Each line of the listing that holds "strerror" counts once; report how many there are, and nothing more.
------------
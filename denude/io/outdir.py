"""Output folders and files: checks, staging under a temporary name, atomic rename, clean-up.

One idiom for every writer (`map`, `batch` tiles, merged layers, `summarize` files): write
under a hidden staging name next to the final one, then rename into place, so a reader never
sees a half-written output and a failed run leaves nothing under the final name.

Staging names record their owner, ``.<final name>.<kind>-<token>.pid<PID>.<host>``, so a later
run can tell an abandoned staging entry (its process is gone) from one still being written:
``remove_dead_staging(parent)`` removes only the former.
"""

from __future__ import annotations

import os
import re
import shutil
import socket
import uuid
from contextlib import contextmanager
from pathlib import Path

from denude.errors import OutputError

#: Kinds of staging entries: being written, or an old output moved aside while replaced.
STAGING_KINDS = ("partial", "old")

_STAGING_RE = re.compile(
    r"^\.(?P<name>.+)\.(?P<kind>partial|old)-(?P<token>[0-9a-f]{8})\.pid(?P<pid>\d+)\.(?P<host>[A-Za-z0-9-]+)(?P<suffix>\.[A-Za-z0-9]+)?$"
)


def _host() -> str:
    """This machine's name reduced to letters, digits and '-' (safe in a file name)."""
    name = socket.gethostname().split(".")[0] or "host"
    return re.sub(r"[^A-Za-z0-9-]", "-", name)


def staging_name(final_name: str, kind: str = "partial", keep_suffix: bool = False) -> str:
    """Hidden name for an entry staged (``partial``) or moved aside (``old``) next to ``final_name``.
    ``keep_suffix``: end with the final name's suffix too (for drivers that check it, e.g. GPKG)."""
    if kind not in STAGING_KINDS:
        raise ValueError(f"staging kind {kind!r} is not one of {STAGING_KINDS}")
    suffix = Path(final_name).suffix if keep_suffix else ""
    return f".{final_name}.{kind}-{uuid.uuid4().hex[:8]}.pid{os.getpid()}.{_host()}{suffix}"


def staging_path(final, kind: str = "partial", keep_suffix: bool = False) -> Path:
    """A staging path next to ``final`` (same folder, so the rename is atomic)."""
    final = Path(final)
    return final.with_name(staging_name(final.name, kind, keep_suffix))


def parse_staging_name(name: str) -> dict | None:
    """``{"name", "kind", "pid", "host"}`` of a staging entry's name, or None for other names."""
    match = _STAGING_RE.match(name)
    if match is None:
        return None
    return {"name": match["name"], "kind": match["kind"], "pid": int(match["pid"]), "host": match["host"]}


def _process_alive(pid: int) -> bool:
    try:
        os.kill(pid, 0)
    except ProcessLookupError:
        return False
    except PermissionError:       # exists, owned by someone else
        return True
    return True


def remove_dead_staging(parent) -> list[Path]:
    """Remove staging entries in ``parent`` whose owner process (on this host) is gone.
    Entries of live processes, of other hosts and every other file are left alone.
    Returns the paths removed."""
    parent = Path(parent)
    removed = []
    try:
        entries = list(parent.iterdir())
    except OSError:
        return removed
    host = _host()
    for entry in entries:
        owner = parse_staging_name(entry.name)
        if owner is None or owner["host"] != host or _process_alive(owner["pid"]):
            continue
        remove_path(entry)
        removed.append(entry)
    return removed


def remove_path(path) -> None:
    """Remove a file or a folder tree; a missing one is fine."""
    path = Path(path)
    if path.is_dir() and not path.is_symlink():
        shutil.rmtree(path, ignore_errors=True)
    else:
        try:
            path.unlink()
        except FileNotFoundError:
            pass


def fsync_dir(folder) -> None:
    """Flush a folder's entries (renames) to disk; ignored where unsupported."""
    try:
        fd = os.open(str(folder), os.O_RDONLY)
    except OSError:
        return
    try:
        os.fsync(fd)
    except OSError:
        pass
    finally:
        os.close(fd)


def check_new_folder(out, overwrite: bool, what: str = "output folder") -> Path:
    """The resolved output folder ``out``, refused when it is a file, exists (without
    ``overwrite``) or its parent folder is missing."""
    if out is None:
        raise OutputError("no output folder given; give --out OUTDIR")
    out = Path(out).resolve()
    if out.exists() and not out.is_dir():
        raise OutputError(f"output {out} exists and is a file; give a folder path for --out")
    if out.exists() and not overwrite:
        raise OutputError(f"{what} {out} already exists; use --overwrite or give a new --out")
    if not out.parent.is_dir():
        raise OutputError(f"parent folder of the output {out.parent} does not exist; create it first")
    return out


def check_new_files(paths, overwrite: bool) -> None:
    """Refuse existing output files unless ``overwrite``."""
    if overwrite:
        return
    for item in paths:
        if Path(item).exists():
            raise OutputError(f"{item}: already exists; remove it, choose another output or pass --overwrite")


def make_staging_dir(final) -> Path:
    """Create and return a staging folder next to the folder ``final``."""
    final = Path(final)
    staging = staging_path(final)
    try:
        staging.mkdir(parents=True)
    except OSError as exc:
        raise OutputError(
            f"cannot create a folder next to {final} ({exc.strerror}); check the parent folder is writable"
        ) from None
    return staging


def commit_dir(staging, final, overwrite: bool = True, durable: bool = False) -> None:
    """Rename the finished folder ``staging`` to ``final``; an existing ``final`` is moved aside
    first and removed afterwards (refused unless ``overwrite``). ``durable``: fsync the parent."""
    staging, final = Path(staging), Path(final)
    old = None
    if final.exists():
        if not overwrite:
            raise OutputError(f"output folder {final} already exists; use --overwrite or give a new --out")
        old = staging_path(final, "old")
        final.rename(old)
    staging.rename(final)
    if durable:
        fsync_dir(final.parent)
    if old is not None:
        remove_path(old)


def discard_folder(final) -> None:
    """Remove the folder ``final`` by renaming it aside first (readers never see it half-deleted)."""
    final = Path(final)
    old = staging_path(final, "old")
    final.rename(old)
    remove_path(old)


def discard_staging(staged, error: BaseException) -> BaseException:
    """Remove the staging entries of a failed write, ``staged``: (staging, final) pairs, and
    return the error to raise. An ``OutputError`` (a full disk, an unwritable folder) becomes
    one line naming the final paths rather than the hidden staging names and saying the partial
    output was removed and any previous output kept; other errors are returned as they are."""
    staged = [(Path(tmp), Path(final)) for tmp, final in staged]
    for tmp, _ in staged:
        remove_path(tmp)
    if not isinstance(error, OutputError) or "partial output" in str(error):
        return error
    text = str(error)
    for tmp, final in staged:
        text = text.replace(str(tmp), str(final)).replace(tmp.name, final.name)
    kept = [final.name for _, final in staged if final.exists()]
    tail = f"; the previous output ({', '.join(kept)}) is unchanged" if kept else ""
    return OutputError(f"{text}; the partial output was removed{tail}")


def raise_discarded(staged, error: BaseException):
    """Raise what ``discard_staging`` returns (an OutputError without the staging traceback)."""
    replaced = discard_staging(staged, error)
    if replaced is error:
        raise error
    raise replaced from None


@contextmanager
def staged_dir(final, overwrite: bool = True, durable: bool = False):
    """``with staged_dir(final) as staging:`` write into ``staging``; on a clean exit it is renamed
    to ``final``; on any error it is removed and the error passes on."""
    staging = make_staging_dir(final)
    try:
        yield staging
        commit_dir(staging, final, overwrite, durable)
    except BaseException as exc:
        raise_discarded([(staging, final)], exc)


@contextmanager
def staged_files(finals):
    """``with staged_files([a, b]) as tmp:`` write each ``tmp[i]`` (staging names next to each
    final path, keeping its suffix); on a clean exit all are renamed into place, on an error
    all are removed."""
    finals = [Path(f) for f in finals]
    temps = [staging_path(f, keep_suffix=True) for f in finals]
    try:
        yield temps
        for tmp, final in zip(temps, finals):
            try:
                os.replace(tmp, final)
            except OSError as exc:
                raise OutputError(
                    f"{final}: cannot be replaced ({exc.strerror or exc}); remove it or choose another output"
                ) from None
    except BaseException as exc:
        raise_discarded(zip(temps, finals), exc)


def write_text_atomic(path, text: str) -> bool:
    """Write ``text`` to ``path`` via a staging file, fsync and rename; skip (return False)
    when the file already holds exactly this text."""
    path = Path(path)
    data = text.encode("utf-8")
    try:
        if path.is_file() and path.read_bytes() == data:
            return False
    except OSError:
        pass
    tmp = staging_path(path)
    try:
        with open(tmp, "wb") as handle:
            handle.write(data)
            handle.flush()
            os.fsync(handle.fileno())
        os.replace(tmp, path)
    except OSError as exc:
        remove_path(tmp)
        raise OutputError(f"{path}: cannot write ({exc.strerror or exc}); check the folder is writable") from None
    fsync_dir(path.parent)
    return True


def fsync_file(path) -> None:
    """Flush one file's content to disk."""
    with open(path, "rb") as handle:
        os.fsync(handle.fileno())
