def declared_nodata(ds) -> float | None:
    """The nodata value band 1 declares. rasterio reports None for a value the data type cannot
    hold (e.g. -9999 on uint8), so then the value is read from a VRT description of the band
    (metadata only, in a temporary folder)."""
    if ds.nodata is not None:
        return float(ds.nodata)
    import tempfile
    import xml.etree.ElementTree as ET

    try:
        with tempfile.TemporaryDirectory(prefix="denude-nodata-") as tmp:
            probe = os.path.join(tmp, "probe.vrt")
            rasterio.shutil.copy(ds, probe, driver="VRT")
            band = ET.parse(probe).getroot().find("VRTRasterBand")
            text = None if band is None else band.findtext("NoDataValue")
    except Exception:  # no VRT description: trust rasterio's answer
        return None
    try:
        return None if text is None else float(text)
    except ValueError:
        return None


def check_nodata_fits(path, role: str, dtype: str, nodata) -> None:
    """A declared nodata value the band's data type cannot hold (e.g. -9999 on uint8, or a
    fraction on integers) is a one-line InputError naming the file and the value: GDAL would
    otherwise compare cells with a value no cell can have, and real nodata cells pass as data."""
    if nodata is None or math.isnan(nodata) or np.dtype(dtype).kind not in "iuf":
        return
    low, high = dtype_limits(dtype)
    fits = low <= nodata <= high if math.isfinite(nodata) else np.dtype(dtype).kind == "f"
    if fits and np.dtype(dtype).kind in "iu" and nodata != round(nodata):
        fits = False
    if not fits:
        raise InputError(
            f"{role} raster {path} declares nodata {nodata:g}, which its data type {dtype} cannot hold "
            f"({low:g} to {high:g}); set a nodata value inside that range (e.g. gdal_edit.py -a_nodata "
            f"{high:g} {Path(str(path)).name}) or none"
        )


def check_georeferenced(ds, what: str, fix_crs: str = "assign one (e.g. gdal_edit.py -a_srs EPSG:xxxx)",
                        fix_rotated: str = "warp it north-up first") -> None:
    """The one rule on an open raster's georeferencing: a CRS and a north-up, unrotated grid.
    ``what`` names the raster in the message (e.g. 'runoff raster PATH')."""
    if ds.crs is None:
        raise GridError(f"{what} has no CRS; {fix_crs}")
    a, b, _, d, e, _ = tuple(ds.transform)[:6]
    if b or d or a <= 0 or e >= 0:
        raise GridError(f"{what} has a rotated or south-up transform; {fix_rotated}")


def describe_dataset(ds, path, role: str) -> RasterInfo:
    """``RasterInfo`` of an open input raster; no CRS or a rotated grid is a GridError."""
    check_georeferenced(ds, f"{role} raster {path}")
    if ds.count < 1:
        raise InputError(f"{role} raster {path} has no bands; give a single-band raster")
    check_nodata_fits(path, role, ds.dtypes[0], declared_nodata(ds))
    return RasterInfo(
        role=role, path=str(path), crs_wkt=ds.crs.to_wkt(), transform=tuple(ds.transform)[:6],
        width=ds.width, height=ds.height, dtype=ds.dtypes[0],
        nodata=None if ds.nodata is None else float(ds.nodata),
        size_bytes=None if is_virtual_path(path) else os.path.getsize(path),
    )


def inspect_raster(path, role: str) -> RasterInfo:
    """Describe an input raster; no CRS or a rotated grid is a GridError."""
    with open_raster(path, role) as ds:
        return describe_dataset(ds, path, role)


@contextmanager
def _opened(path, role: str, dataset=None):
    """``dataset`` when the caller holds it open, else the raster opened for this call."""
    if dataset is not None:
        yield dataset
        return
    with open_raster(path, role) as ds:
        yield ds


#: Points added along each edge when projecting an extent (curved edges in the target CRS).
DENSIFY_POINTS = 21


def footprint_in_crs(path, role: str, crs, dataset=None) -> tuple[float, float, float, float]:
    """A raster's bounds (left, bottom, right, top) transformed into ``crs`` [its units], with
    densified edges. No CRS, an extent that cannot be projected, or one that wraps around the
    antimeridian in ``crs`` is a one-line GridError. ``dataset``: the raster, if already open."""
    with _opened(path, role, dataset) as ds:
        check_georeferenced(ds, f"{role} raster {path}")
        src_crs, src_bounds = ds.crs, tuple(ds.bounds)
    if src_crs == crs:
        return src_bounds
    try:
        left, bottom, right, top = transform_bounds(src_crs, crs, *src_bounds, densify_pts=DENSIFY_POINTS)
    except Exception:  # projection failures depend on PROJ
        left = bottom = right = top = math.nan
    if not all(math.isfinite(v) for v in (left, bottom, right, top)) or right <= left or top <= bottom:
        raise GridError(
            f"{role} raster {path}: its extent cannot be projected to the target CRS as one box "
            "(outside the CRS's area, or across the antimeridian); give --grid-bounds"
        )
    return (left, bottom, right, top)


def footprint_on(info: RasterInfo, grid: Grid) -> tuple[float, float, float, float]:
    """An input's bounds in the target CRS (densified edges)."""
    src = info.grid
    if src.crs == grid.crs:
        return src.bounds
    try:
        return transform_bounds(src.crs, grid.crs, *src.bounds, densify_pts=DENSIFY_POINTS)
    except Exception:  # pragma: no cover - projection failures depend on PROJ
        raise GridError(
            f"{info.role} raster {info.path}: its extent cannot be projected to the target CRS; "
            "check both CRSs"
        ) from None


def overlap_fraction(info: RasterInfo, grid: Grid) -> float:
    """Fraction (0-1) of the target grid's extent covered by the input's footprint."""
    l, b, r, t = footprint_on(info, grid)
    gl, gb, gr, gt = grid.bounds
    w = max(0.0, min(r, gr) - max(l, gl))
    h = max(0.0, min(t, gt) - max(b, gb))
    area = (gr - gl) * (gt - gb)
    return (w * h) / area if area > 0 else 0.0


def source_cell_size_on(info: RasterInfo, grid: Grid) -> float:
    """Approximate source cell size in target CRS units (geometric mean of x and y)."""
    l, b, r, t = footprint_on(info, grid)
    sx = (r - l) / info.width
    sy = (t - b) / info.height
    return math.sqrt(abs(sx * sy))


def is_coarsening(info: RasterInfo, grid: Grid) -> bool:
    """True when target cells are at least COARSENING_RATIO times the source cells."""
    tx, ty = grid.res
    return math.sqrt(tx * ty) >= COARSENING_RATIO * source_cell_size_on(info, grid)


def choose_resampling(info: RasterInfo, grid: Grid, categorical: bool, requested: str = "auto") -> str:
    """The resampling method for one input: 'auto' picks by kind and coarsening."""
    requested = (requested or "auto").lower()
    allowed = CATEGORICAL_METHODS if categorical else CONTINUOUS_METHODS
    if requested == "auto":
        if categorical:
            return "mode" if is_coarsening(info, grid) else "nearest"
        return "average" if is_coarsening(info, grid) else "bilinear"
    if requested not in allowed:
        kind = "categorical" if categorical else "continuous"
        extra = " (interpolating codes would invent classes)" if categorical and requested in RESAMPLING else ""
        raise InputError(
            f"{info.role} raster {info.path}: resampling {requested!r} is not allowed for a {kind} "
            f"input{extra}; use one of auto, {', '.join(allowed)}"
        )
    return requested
------------
**Result**
3